BiSSE

Current understanding

BiSSE (Binary State Speciation and Extinction) links a binary trait to lineage-specific speciation and extinction rates. The appeal is obvious — if a character truly drives diversification, BiSSE should detect it. The problem is that BiSSE also detects associations that don’t exist, and the false-positive rate is not merely elevated but catastrophically so on real phylogenies with heterogeneous diversification dynamics.

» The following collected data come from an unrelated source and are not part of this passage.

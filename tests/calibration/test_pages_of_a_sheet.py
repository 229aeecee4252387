"""The pages of a sheet: by form alone, by htmx and as JSON; errors stand beside the field, nothing typed is lost."""

from __future__ import annotations

import json
import re
import uuid
from collections.abc import Callable
from typing import Any

import pytest
from django.test import Client
from django.urls import reverse
from django.utils import timezone

from calibration import sheets
from calibration.models import Entry, Record, Sheet, Standard, Test
from calibration.queries.drafts import Draft
from tests import cast as people
from tests.calibration.at_work import Device, run_texts, signed, standards_of, to_adjustment, to_as_found, to_signature

ClientAs = Callable[[people.User], Client]


@pytest.fixture
def client(client_as: ClientAs, cast: people.Cast) -> Client:
    return client_as(cast.technician)


def page(client: Client, sheet: Sheet) -> str:
    response = client.get(reverse("sheet", args=[sheet.pk]))
    assert response.status_code == 200
    return response.content.decode()


def send(client: Client, sheet: Sheet, step: str, texts: dict[str, str], **more: str) -> Any:
    """Post a form as a browser without script would, with what it was shown as seen."""
    draft = Draft(Sheet.objects.get(pk=sheet.pk))
    seen = {f"seen.{name}": str(draft.fields[name].entry.id) if name in draft.fields else "" for name in texts}
    return client.post(reverse("sheet-step", args=[sheet.pk, step]), texts | seen | more)


def test_a_whole_test_by_forms_alone(client: Client, tag: people.Tag) -> None:
    shown = client.get(reverse("sheet-open", args=[tag.pk]))
    number = str(shown.context["number"])
    assert client.post(reverse("sheet-open", args=[tag.pk]), {"sheet": number}).status_code == 302
    sheet = Sheet.objects.get(pk=number)
    assert tag.number in page(client, sheet)
    send(client, sheet, "confirm", {"confirm-tag": "PT-100", "confirm-serial": sheet.transmitter.serial})
    assert "Before you start" in page(client, sheet)
    send(client, sheet, "cautions", {f"caution.{line['key']}": "yes" for line in sheet.basis["cautions"]})
    pressure, meter = standards_of(tag)
    assert pressure.name in page(client, sheet)
    send(
        client,
        sheet,
        "standards",
        {"as-found.applied-with": str(pressure.pk), "as-found.measured-with": str(meter.pk)},
        kind="as-found",
    )
    assert "0 bar → 4.000 mA" in page(client, sheet)
    send(client, sheet, "close-as-found", run_texts("as-found", (0.6,) * 9), kind="as-found")
    assert "out of tolerance" in page(client, sheet)
    send(client, sheet, "adjustment", {"adjust.choice": "adjusted", "adjust.log": "Zero trimmed."})
    send(client, sheet, "close-as-left", run_texts("as-left", (0.1,) * 9), kind="as-left")
    assert "Return to service" in page(client, sheet)
    send(client, sheet, "return", {f"checklist.{line['key']}": "yes" for line in sheet.basis["checklist"]})
    assert "Your password" in page(client, sheet)
    response = client.post(reverse("sheet-sign", args=[sheet.pk]), {"password": people.PASSWORD})
    test = Test.objects.get()
    assert response["Location"] == reverse("test", args=[test.pk])
    assert (test.as_found_verdict, test.as_left_verdict) == ("fail", "pass")
    assert client.get(reverse("sheet", args=[sheet.pk]))["Location"] == response["Location"]


def test_what_was_typed_is_there_after_a_reload(client: Client, tablet: Device) -> None:
    to_as_found(tablet)
    tablet.type({"as-found.3.measured": "12,0177", "as-found.3.applied": "5.003"})
    text = page(client, tablet.sheet)
    assert 'value="12,0177"' in text
    assert 'value="5.003"' in text


def test_a_slip_stays_in_its_field_with_the_error_beside_it(client: Client, tablet: Device) -> None:
    response = send(client, tablet.sheet, "confirm", {"confirm-tag": "PT-100", "confirm-serial": "S-99999"})
    text = response.content.decode()
    assert 'value="S-99999"' in text
    assert "“S-99999” was typed" in text
    assert text.index("“S-99999” was typed") > text.index('id="f-confirm-serial"')


def test_the_serial_number_is_not_shown_before_it_is_confirmed(client: Client, tablet: Device) -> None:
    assert tablet.sheet.transmitter.serial not in page(client, tablet.sheet)
    to_as_found(tablet)
    assert tablet.sheet.transmitter.serial in page(client, tablet.sheet)


def htmx(client: Client, sheet: Sheet, field: str, text: str, **more: str) -> Any:
    values = {
        "uuid": str(uuid.uuid4()),
        "field": field,
        "text": text,
        "device": "tablet-h",
        "sequence": str(Entry.objects.count() + 1),
        "base": "",
        "typed_at": timezone.now().isoformat(),
        "schema_version": "1",
    } | more
    return client.post(reverse("sheet-entries", args=[sheet.pk]), values, headers={"HX-Request": "true"})


def test_a_field_left_is_saved_and_answered_with_its_error_at_once(client: Client, tablet: Device) -> None:
    to_as_found(tablet)
    htmx(client, tablet.sheet, "as-found.3.applied", "5")
    response = htmx(client, tablet.sheet, "as-found.3.measured", "12.096")
    text = response.content.decode()
    assert "+0.600" in text
    assert "outside" in text
    assert 'hx-swap-oob="true"' in text
    told = json.loads(response["HX-Trigger"])["entries-told"]
    assert len(told["saved"]) == 1
    assert Entry.objects.filter(field="as-found.3.measured", text="12.096").exists()


def test_judging_while_typing_stores_nothing(client: Client, tablet: Device) -> None:
    to_as_found(tablet)
    before = Entry.objects.count()
    response = client.get(
        reverse("sheet-judge", args=[tablet.sheet.pk]),
        {"kind": "as-found", "key": "3", "as-found.3.applied": "5", "as-found.3.measured": "12.04"},
        headers={"HX-Request": "true"},
    )
    assert "+0.250" in response.content.decode()
    assert Entry.objects.count() == before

The clearest demonstration comes from neutral-character simulations on an empirical cetacean phylogeny. When characters are simulated with no state-dependent signal whatsoever, more than 77% of datasets still return a statistically significant association between character state and speciation rate at p < 0.05, and 58% reject the character-independent model at p < 0.001 — a threshold that should represent strong evidence. This is not a modest inflation of Type I error; it is near-total loss of specificity on a phylogeny that happens to capture the explosive dolphin radiation (10.1093/sysbio/syu131, Finding 1).

A sharper test uses taxon name length — a character with no conceivable causal relationship to speciation. Across vertebrate subtrees, more than 69% produce a significant correlation between name length and speciation rate, and for ray-finned fishes the proportion approaches 100% (60 of 61 subtrees). Because name length cannot cause anything, this result isolates the false-positive problem from any residual biological confound (10.1093/sysbio/syu131, Finding 2).

The mechanism is straightforward: BiSSE attributes rate variation among lineages to the focal trait whenever it cannot be explained by the null model. On trees where diversification is genuinely heterogeneous — fast radiations, mass extinctions, unsampled clades — there is always unexplained rate variation for BiSSE to misappropriate. Any trait that happens to correlate with lineage identity, even partially, gets recruited as the spurious explanation.

Supporting evidence

10.1093/sysbio/syu131, Finding 1: On the empirical cetacean phylogeny, >77% of neutral character datasets showed a significant (p < 0.05) association with speciation rate under BiSSE; 58% rejected the character-independent model at p < 0.001.
10.1093/sysbio/syu131, Finding 2: Taxon name length, a biologically arbitrary character, produced significant speciation-rate correlations in >69% of vertebrate subtrees and in 60 of 61 ray-finned fish subtrees.

Contradictions / open disagreements

The magnitude of the false-positive problem documented here is tied to phylogenies with known, strong diversification heterogeneity. The cetacean tree has a well-characterized dolphin radiation that drives high rate variance across lineages. On trees with more homogeneous background rates, Type I error inflation may be considerably lower. The taxon-name-length test has a mild confounder as well: congeners share name prefixes, introducing weak phylogenetic signal into a character that is otherwise arbitrary. Some fraction of the near-100% false-positive rate in fishes could reflect that residual structure rather than diversification heterogeneity alone. Neither caveat rehabilitates BiSSE for general use, but they do mean the cetacean/fish numbers are likely upper bounds rather than universal baselines.

Whether hidden-state corrections (e.g., HiSSE) fully resolve the problem remains contested, and model adequacy testing for state-dependent diversification models is still an open area.

Tealc’s citation-neighborhood suggestions

Rabosky & Goldberg 2015 (the source paper here) cite Maddison et al. 2007 (the original BiSSE paper) and Rabosky 2014 (BAMM) as key context — both would strengthen any discussion of why rate heterogeneity confounds trait-dependent models.
Beaulieu & O’Meara 2016 (HiSSE) is the primary methodological response and should be cited alongside BiSSE critiques.